For coffee and pastries, we loved PAN AM, whose ambience and European style pastries rivalled the best pan au chocolate I had in Paris. The kids voted to make it a daily stop. The frappucino knockoff drinks offered ideal respite from the summer heat.
Another special treat was getting chocolate milkshakes from the ubiquitous chain Chocolate Mayordomo (literal translation = Chocolate Butler). Chocolate is one of the region's specialties, and while this is a mass market way to sample it, for travelers with kids, there are few better bribes to offer.

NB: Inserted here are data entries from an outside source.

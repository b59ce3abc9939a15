import { describe, expect, it } from 'vitest';
import proj4 from 'proj4';
import { fieldBounds, fieldOverlay, type FieldTaskForOverlay } from '../../../src/lib/components/map/field-overlay';
import { geodesicDistanceBearing } from '../../../src/lib/geo/geodesic';

// UTM zone 32N, whose central meridian is 9° E (EPSG:32632).
const UTM32 = '+proj=utm +zone=32 +datum=WGS84 +units=m +no_defs';
const toUtm = proj4('EPSG:4326', UTM32);
const project = (lon: number, lat: number) => toUtm.forward([lon, lat]) as [number, number];

const task = (over: Partial<FieldTaskForOverlay>): FieldTaskForOverlay => ({
	id: 1,
	kind: 'install',
	sensorCode: 'S-1',
	state: 'open',
	target: { lon: 9, lat: 47.5 },
	installed: null,
	offsetM: null,
	offsetFlagged: false,
	...over
});

describe('fieldOverlay', () => {
	it('puts planned and installed points where proj4 puts them; their map distance is the geodesic offset times UTM scale 0.9996 on the central meridian', () => {
		// Installed 0.0002° of latitude north of the site, on the central meridian.
		const installed = { lon: 9, lat: 47.5002 };
		const offset = geodesicDistanceBearing(9, 47.5, installed.lon, installed.lat).distanceM;
		const o = fieldOverlay([task({ state: 'done', installed, offsetM: offset, offsetFlagged: offset > 10 })], project);
		const [item] = o.items;
		expect(item.planned).toEqual(project(9, 47.5));
		expect(item.installed).toEqual(project(9, 47.5002));
		// UTM's scale factor on the central meridian is k0 = 0.9996 (Snyder, Map Projections: A Working
		// Manual, USGS PP 1395, 1987, p. 57 [from memory]), so a short north-south offset there is
		// 0.9996 × the geodesic length on the map.
		const planar = Math.hypot(item.installed![0] - item.planned[0], item.installed![1] - item.planned[1]);
		expect(planar / offset).toBeCloseTo(0.9996, 5);
		// One second of latitude ≈ 30.9 m near 47.5° N, so 0.0002° ≈ 22.2 m: beyond a 10 m tolerance
		// (common practice, no source, for the figure of 30.9 m per second [from memory]).
		expect(offset).toBeGreaterThan(22);
		expect(offset).toBeLessThan(22.5);
		expect(item.flagged).toBe(true);
	});

	it('leaves cancelled tasks out and keeps tasks not yet done without an installed point', () => {
		const o = fieldOverlay([task({ id: 1, state: 'cancelled' }), task({ id: 2, state: 'blocked' })], project);
		expect(o.items.map((i) => i.id)).toEqual([2]);
		expect(o.items[0].installed).toBeNull();
	});
});

describe('fieldBounds', () => {
	it('frames every planned and installed point with the padding, and is null when empty', () => {
		const near = { lon: 9.001, lat: 47.5 };
		const o = fieldOverlay([task({ id: 1, state: 'done', installed: near, offsetM: geodesicDistanceBearing(9, 47.5, near.lon, near.lat).distanceM }), task({ id: 2, target: { lon: 8.999, lat: 47.501 } })], project);
		const pts = [project(9, 47.5), project(9.001, 47.5), project(8.999, 47.501)];
		const b = fieldBounds(o, 100)!;
		expect(b[0]).toBeCloseTo(Math.min(...pts.map((p) => p[0])) - 100, 6);
		expect(b[3]).toBeCloseTo(Math.max(...pts.map((p) => p[1])) + 100, 6);
		expect(fieldBounds({ items: [] })).toBeNull();
	});

	it('does not stretch the frame to an installation kilometres from its site, but still draws it', () => {
		const far = { lon: 10, lat: 47.5 }; // about 75 km east of the site at 47.5° N
		const offsetM = geodesicDistanceBearing(9, 47.5, far.lon, far.lat).distanceM;
		expect(offsetM).toBeGreaterThan(70_000);
		const o = fieldOverlay([task({ state: 'done', installed: far, offsetM, offsetFlagged: true })], project);
		const [x, y] = project(9, 47.5);
		expect(fieldBounds(o, 100)).toEqual([x - 100, y - 100, x + 100, y + 100]);
		expect(o.items[0].installed).toEqual(project(10, 47.5));
	});
});
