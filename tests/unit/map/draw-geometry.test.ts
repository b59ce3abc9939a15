import { describe, expect, it } from 'vitest';
import proj4 from 'proj4';
import { crsDefinition } from '../../../src/lib/geo/crs';
import { closedCounterClockwise, drawnPolygon, DrawGeometryError, dropRepeats, type XY } from '../../../src/lib/components/map/draw-geometry';
import { closeRing, ringArea2 } from '../../../src/lib/geo/geometry';

// An independent definition of UTM zone 32N (EPSG:32632), written here rather than taken from the app.
const UTM32N = '+proj=utm +zone=32 +datum=WGS84 +units=m +no_defs';
const oracle = proj4(UTM32N, 'EPSG:4326');
// What the map document sends for EPSG:32632 (the app's own definition).
const docDef = crsDefinition(32632)!;

/** Shoelace formula on a closed lon/lat ring, written out again here as the check. */
function shoelace(ring: readonly [number, number][]): number {
	let s = 0;
	for (let i = 0; i < ring.length - 1; i++) s += ring[i][0] * ring[i + 1][1] - ring[i + 1][0] * ring[i][1];
	return s / 2;
}

// A clockwise triangle of about a kilometre in zone 32N (metres).
const clockwise: XY[] = [
	[560000, 5710000],
	[561000, 5709000],
	[559500, 5708800]
];

describe('drawnPolygon', () => {
	it('converts every vertex as proj4 does with an independent UTM 32N definition', () => {
		expect(docDef).toBeTruthy();
		const poly = drawnPolygon(clockwise, docDef);
		const ring = poly.coordinates[0];
		expect(poly.type).toBe('Polygon');
		expect(ring).toHaveLength(4);
		// Every input vertex appears (orientation may have reversed the order).
		for (const v of clockwise) {
			const [lon, lat] = oracle.forward(v);
			const hit = ring.slice(0, 3).find(([a, b]) => Math.abs(a - lon) < 1e-9 && Math.abs(b - lat) < 1e-9);
			expect(hit, `vertex ${v.join(',')}`).toBeDefined();
		}
	});

	it('gives the central meridian on the false easting: (500000, 0) is 9° E on the equator in zone 32N', () => {
		// UTM definition: zone 32 central meridian = 6·32 − 183 = 9° E, false easting 500 000 m,
		// northing 0 on the equator (common practice, no source).
		const poly = drawnPolygon(
			[
				[500000, 0],
				[501000, 0],
				[500000, 1000]
			],
			docDef
		);
		const p = poly.coordinates[0].find(([lon, lat]) => Math.abs(lon - 9) < 1e-9 && Math.abs(lat) < 1e-9);
		expect(p).toBeDefined();
	});

	it('closes the ring and makes it counter-clockwise (RFC 7946) from a clockwise drawing', () => {
		expect(ringArea2(closeRing(clockwise))).toBeLessThan(0);
		const ring = drawnPolygon(clockwise, docDef).coordinates[0];
		expect(ring[0]).toEqual(ring[ring.length - 1]);
		expect(shoelace(ring)).toBeGreaterThan(0);
	});

	it('keeps a counter-clockwise drawing counter-clockwise and in order', () => {
		const ccw = [...clockwise].reverse();
		const ring = drawnPolygon(ccw, docDef).coordinates[0];
		expect(shoelace(ring)).toBeGreaterThan(0);
		const first = oracle.forward(ccw[0]);
		expect(ring[0][0]).toBeCloseTo(first[0], 9);
		expect(ring[0][1]).toBeCloseTo(first[1], 9);
	});

	it('drops a repeated click (double click) and a last point on the first', () => {
		const pts: XY[] = [clockwise[0], clockwise[1], clockwise[1], clockwise[2], clockwise[0]];
		expect(dropRepeats(pts)).toEqual(clockwise);
		expect(drawnPolygon(pts, docDef).coordinates[0]).toHaveLength(4);
	});

	it('does not change its input', () => {
		const pts: XY[] = clockwise.map((p) => [p[0], p[1]]);
		drawnPolygon(pts, docDef);
		expect(pts).toEqual(clockwise);
	});

	it('refuses fewer than 3 distinct points', () => {
		expect(() => drawnPolygon([], docDef)).toThrow(DrawGeometryError);
		expect(() => drawnPolygon(clockwise.slice(0, 2), docDef)).toThrow(/at least 3 different points/);
		expect(() => drawnPolygon([clockwise[0], clockwise[0], clockwise[0]], docDef)).toThrow(/at least 3 different points \(it has 1\)/);
	});

	it('refuses points on one line', () => {
		expect(() =>
			drawnPolygon(
				[
					[560000, 5710000],
					[560500, 5710500],
					[561000, 5711000]
				],
				docDef
			)
		).toThrow(/one line/);
	});

	it('refuses non-finite points and an unknown coordinate system', () => {
		expect(() => drawnPolygon([[NaN, 1], ...clockwise], docDef)).toThrow(DrawGeometryError);
		expect(() => drawnPolygon(clockwise, '+proj=nonsense')).toThrow(DrawGeometryError);
	});
});

describe('closedCounterClockwise', () => {
	it('reverses a clockwise unit square and closes it', () => {
		const cw: [number, number][] = [
			[0, 0],
			[0, 1],
			[1, 1],
			[1, 0]
		];
		const ring = closedCounterClockwise(cw);
		expect(ring).toHaveLength(5);
		expect(ring[0]).toEqual(ring[4]);
		expect(shoelace(ring)).toBeCloseTo(1, 12);
	});

	it('does not close an already closed ring twice', () => {
		const closed: [number, number][] = [
			[0, 0],
			[1, 0],
			[1, 1],
			[0, 0]
		];
		expect(closedCounterClockwise(closed)).toEqual(closed);
	});
});
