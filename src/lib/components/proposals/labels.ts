/** Words and number formats of the proposal pages. Pure. */
export type RevisionStateName = 'draft' | 'submitted' | 'approved' | 'rejected' | 'superseded';

export const STATE_LABELS: Record<RevisionStateName | 'empty', string> = {
	empty: 'No runs yet',
	draft: 'Draft',
	submitted: 'Waiting for review',
	approved: 'Approved: the plan',
	rejected: 'Rejected',
	superseded: 'Superseded'
};

/** Badge colours by state (text stays dark enough on each fill for WCAG AA). */
export const STATE_BADGE: Record<RevisionStateName | 'empty', string> = {
	empty: 'bg-peat-100 text-peat-800',
	draft: 'bg-peat-100 text-peat-800',
	submitted: 'bg-ochre-100 text-peat-900',
	approved: 'bg-fell-100 text-fell-800',
	rejected: 'bg-rust-100 text-rust-700',
	superseded: 'bg-peat-100 text-peat-700'
};

export const STRATEGY_LABELS: Record<string, string> = { lloyd: 'Lloyd', 'range-limited': 'Range-limited', 'zone-balanced': 'Zone-balanced' };

/** Which part of the working grid's cell-size rule (src/lib/geo/cell-size.ts) decided a run's cells. */
export const CELL_RULE_LABELS: Record<string, string> = { radius: 'by sensing radius', budget: 'by cell budget', pixel: 'by importance pixel', requested: 'as asked for' };

export function percent(v: number | null | undefined, digits = 1): string {
	return v === null || v === undefined || !Number.isFinite(v) ? '—' : `${(v * 100).toFixed(digits)}\u00a0%`;
}

/** Metres with a thin-space thousands separator; kilometres with one decimal from 10 km. */
export function distance(m: number | null | undefined): string {
	if (m === null || m === undefined || !Number.isFinite(m)) return '—';
	if (m >= 10_000) return `${(m / 1000).toFixed(1)}\u00a0km`;
	return `${Math.round(m).toString().replace(/\B(?=(\d{3})+(?!\d))/g, '\u2009')}\u00a0m`;
}

/** Locational cost H (m²) in km² with three significant figures. */
export function cost(h: number | null | undefined): string {
	if (h === null || h === undefined || !Number.isFinite(h)) return '—';
	return `${Number((h / 1e6).toPrecision(3))}\u00a0km²`;
}

export function when(iso: string | null | undefined): string {
	if (!iso) return '—';
	return new Date(iso).toISOString().slice(0, 16).replace('T', ' ') + ' UTC';
}
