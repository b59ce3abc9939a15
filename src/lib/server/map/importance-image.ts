/**
 * The importance map's image and contours in one map CRS, drawn from a recipe version's surface:
 * the surface resampled to at most IMAGE_SIZE cells a side in `epsg`, coloured with the moorland
 * ramp over its own value range, and contour lines cut from a grid coarsened to CONTOUR_SIZE.
 * Pure CPU work with no I/O: the map-importance job runs it in a pool thread
 * (jobs/threads/tasks.ts), never a request. Any CRS the app has a definition for works (the
 * network's working CRS, a web map's EPSG:3857, …).
 */
import { CrsError } from '../../geo/crs';
import type { Bounds } from '../../geo/geometry';
import { contourLevels, contourLines } from '../../map/contours';
import { coarsen, MapRasterError, rasterBounds, resampleToMap, valueRange, type SurfaceLike } from '../../map/raster';
import type { MapContour } from '../../api/client';
import { rampPng } from '../layers/preview';

/** Longest side of the importance image, in cells. */
export const IMAGE_SIZE = 512;
/** Longest side of the grid the contours are cut from, in cells. */
const CONTOUR_SIZE = 160;
const CONTOUR_COUNT = 4;

/** What the map shows of an importance surface in one CRS: bounds, value range, contours. */
export interface ImportanceView {
	bounds: Bounds;
	min: number;
	max: number;
	contours: MapContour[];
}

/** The surface cannot be drawn in that CRS (outside its area of use, no definition, …). */
export class ImportanceImageError extends Error {
	constructor(message: string) {
		super(message);
		this.name = 'ImportanceImageError';
	}
}

/** The view and PNG of a surface in `epsg`; null when the surface holds no value there. */
export function renderImportance(surface: SurfaceLike, epsg: number): { view: ImportanceView; png: Buffer } | null {
	let raster;
	try {
		raster = resampleToMap(surface, epsg, IMAGE_SIZE);
	} catch (e) {
		if (e instanceof MapRasterError || e instanceof CrsError) throw new ImportanceImageError(`The importance surface cannot be drawn on the map: ${e.message}.`);
		throw e;
	}
	const range = valueRange(raster.values);
	if (!range) return null;
	return {
		view: { bounds: rasterBounds(raster), min: range.min, max: range.max, contours: contourLines(coarsen(raster, CONTOUR_SIZE), contourLevels(range.min, range.max, CONTOUR_COUNT)) },
		png: rampPng(raster.values, raster.width, raster.height, range.min, range.max, 'moorland')
	};
}
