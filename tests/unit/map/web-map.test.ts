import { describe, expect, it } from 'vitest';
import geodesic from 'geographiclib-geodesic';
import proj4 from 'proj4';
import { crsDefinition } from '../../../src/lib/geo/crs';
import { backdropLonLatBounds, DISK_SEGMENTS, diskOutline, lonLatBounds, lonLatToWebMercator, webMercatorToLonLat, webProjection, WebMapError } from '../../../src/lib/map/web-map';

// GeographicLib's geodesic on WGS 84 is the oracle for ground distances (geographiclib-geodesic, as
// src/lib/geo/geodesic.ts uses it; called directly here, not through our wrapper).
const WGS84 = geodesic.Geodesic.WGS84;
const ground = (a: [number, number], b: [number, number]) => WGS84.Inverse(a[1], a[0], b[1], b[0]).s12 as number;

// The demo network's working CRS (UTM 54S) and a point in it (src/lib/server/layers/demo-data.ts's centre).
const UTM54S = crsDefinition(32754)!;
const centre: [number, number] = [740_000, 6_440_000];
// An independent definition of UTM zone 54S, written here rather than taken from the app.
const oracle54 = proj4('+proj=utm +zone=54 +south +datum=WGS84 +units=m +no_defs', 'EPSG:4326');

describe('webProjection', () => {
	const P = webProjection(UTM54S);
	it('converts working-CRS metres to lon/lat as an independent UTM 54S definition does, and back', () => {
		const [lon, lat] = P.toLonLat(centre);
		const [elon, elat] = oracle54.forward(centre);
		expect(lon).toBeCloseTo(elon, 9);
		expect(lat).toBeCloseTo(elat, 9);
		// A click on the web map comes back as the same working-CRS metres (to well under a millimetre).
		const [x, y] = P.toWorking(lon, lat);
		expect(Math.abs(x - centre[0])).toBeLessThan(1e-3);
		expect(Math.abs(y - centre[1])).toBeLessThan(1e-3);
	});
	it('measures distances in working-CRS metres, not in Mercator metres', () => {
		const a = P.toLonLat(centre);
		const b = P.toLonLat([centre[0] + 300, centre[1] + 400]);
		expect(P.distance(a, b)).toBeCloseTo(500, 6);
		// Mercator metres at about 32° S are 1/cos φ ≈ 1.18 times longer: the map must not show those.
		const [ax, ay] = lonLatToWebMercator(...a);
		const [bx, by] = lonLatToWebMercator(...b);
		expect(Math.hypot(bx - ax, by - ay) / 500).toBeGreaterThan(1.15);
	});
	it('refuses a definition proj4 cannot read', () => {
		expect(() => webProjection('+proj=nonsense')).toThrow(WebMapError);
	});
});

describe('diskOutline (sensing disks on the web map)', () => {
	const P = webProjection(UTM54S);
	for (const radius of [30, 150, 240]) {
		it(`keeps a ${radius} m disk true to scale: every vertex lies ${radius} m from the centre by the WGS 84 geodesic`, () => {
			const c = P.toLonLat(centre);
			const ring = diskOutline(centre, radius, P.toLonLat);
			expect(ring).toHaveLength(DISK_SEGMENTS);
			for (const v of ring) {
				// UTM's point scale stays within 0.9996–1.0010 inside a zone (common practice, no source): 0.15 %.
				expect(Math.abs(ground(c, v) - radius) / radius).toBeLessThan(1.5e-3);
			}
		});
	}
	it('the same check fails for a circle of radius r in Mercator metres (what a Leaflet circle on EPSG:3857 would be without its correction)', () => {
		const c = P.toLonLat(centre);
		const [mx, my] = lonLatToWebMercator(...c);
		const naive = Array.from({ length: 36 }, (_, k) => webMercatorToLonLat([mx + 150 * Math.cos((k * Math.PI) / 18), my + 150 * Math.sin((k * Math.PI) / 18)]));
		const worst = Math.max(...naive.map((v) => Math.abs(ground(c, v) - 150) / 150));
		expect(worst).toBeGreaterThan(0.1);
	});
	it('stays true to scale far from the equator and near a zone edge (UTM 33N at 69° N, 2.5° from its central meridian)', () => {
		const Q = webProjection(crsDefinition(32633)!);
		const at = proj4('EPSG:4326', crsDefinition(32633)!).forward([17.5, 69]) as [number, number];
		const c = Q.toLonLat(at);
		for (const v of diskOutline(at, 100, Q.toLonLat, 36)) expect(Math.abs(ground(c, v) - 100) / 100).toBeLessThan(1.5e-3);
	});
	it('refuses a radius that is not positive and too few segments', () => {
		expect(() => diskOutline(centre, 0, P.toLonLat)).toThrow(RangeError);
		expect(() => diskOutline(centre, Number.NaN, P.toLonLat)).toThrow(RangeError);
		expect(() => diskOutline(centre, 10, P.toLonLat, 4)).toThrow(RangeError);
	});
});

describe('boxes on the web map', () => {
	const P = webProjection(UTM54S);
	it('lonLatBounds holds every point of a working-CRS box (a box in UTM is slightly turned in lon/lat)', () => {
		const b: [number, number, number, number] = [735_000, 6_435_000, 745_000, 6_445_000];
		const ll = lonLatBounds(b, P.toLonLat);
		for (const p of [[735_000, 6_435_000], [745_000, 6_445_000], [735_000, 6_445_000], [745_000, 6_435_000], [740_000, 6_435_000]] as const) {
			const [lon, lat] = oracle54.forward([p[0], p[1]]);
			expect(lon).toBeGreaterThanOrEqual(ll[0] - 1e-12);
			expect(lat).toBeGreaterThanOrEqual(ll[1] - 1e-12);
			expect(lon).toBeLessThanOrEqual(ll[2] + 1e-12);
			expect(lat).toBeLessThanOrEqual(ll[3] + 1e-12);
		}
	});
	it('a backdrop in EPSG:3857 gets the lon/lat of its corners (spherical Mercator, R = 6 378 137 m)', () => {
		// Inverse spherical Mercator written out: lon = x / R, lat = 2·atan(e^(y/R)) − π/2 (EPSG's
		// Popular Visualisation Pseudo-Mercator, method 1024 [from memory]).
		const R = 6378137;
		const b: [number, number, number, number] = [15_000_000, -4_200_000, 15_010_000, -4_190_000];
		const ll = backdropLonLatBounds({ epsg: 3857, bounds: b }, 32754, P);
		const deg = (r: number) => (r * 180) / Math.PI;
		expect(ll[0]).toBeCloseTo(deg(b[0] / R), 9);
		expect(ll[2]).toBeCloseTo(deg(b[2] / R), 9);
		expect(ll[1]).toBeCloseTo(deg(2 * Math.atan(Math.exp(b[1] / R)) - Math.PI / 2), 9);
		expect(ll[3]).toBeCloseTo(deg(2 * Math.atan(Math.exp(b[3] / R)) - Math.PI / 2), 9);
		expect(() => backdropLonLatBounds({ epsg: 3035, bounds: b }, 32754, P)).toThrow(WebMapError);
	});
});
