/** Series of iteration history in uPlot's aligned form: one x array, one y array per line. Pure. */

export interface ChartSeries {
	label: string;
	colour: string;
	history: { iteration: number; cost: number; coverage: number }[];
}

export interface ChartLine {
	label: string;
	colour: string;
	kind: 'cost' | 'coverage';
}

/** Line colours, distinct in lightness as well as hue (they also differ by label in the legend). */
export const SERIES_COLOURS = ['#1b5662', '#b2412b', '#6d2f8f', '#7a5a00'] as const;

/**
 * x = the union of every series' iterations, ascending; cost in km² (H is in m²), coverage in
 * percent; null where a series has no entry for that iteration (uPlot leaves a gap or spans it).
 */
export function chartData(series: readonly ChartSeries[], withCoverage: boolean): { data: (number | null)[][]; labels: ChartLine[] } {
	const xs = [...new Set(series.flatMap((s) => s.history.map((h) => h.iteration)))].sort((a, b) => a - b);
	const index = new Map(xs.map((x, i) => [x, i]));
	const data: (number | null)[][] = [xs];
	const labels: ChartLine[] = [];
	for (const s of series) {
		const cost: (number | null)[] = xs.map(() => null);
		const cov: (number | null)[] = xs.map(() => null);
		for (const h of s.history) {
			const i = index.get(h.iteration)!;
			cost[i] = h.cost / 1e6;
			cov[i] = h.coverage * 100;
		}
		data.push(cost);
		labels.push({ label: `${s.label}: cost`, colour: s.colour, kind: 'cost' });
		if (withCoverage) {
			data.push(cov);
			labels.push({ label: `${s.label}: coverage`, colour: s.colour, kind: 'coverage' });
		}
	}
	return { data, labels };
}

This trip was my first inkling that my natural rhythm includes being an early riser. I'd wake before the family, take a quiet walk through the neighborhood. On reaching Cafe Brujula, I pulled my book out and read for a meditative half hour in a perfectly whitewashed courtyard. I departed each morning ready for a long day adventuring with the family.
Among the most unique frozen flavors we've ever enjoyed came from Don Lulo a charming setup about the square footage of a king sized bed that specialized in home-made Mexican paletas. They were delicious - fear of foreign water be damned (they assured us it was made of purified, filtered water).
The decor was Mexican cute at it's finest - the art looked like the love child of Hello Kitty and a manga Don Quixote. The tastes blew my mind - if you catch me dreaming with a smile on my face, odds are I'm remembering my tamarindo, mango and chile paleta.
Fantastic Beasts And Where To Find Them
Oaxaca is known as the birthplace of alebrijes, carved wooden figures painted in bright, psychedelic colors representing fantastic creatures born of the fever dream of a local named Pedro Linares in the 1930s. After an illness brought him visions of these creatures, he rendered them in cardboard and paper mache.
Local artists co-opted his creations into the existing tradition of carving figures in local copal wood and subsequently painted them in the same electrifying color combinations, leading to a folk art movement that continues to iterate and astound.
Our airbnb hosts helped us hire a cab for a day to take us to some of the nearby villages specializing in alebrije production, where artists demonstrated how local herbs and powders were used to create bright organic pigments used by many artisans and gave tours of their workshops.
While we enjoyed experiencing the workshops, we ended up finding the best piece at a best price in a market in Oaxaca City, a psychedelically painted bull. After a spirited family debate, we named it Aida, after a friend of my grandmother's.
[As my grandmother developed dementia in her 80s, old Cuban friends living out of state came to visit my grandparents while they still had good days. One such friend elicited a mixed response from my grandmother - a sense of gratitude that their friendship had endured the decades, combined with a depression-era orphan's sensitivity to the costs of hosting. "That woman eats like a bull!" my grandmother told anyone in earshot for weeks after her friend visited.]
After being impressed with a couple of graffiti murals, I took a chance and spent some time searching for an online guides to street art in Oaxaca City. This was one of the best impulses I could have followed.
The half day we spent following beauty led to elaborate political art, whimsy, modern takes on traditional Mexican artistic tropes and surrealist fantasy. It led us to stumble across a phenomenal park the kids loved, that we'd never have discovered by staying on the tourist circuit.
This turned out to be among our favorite days as a family, and taking an afternoon for street art is a tradition I hope to continue wherever we travel.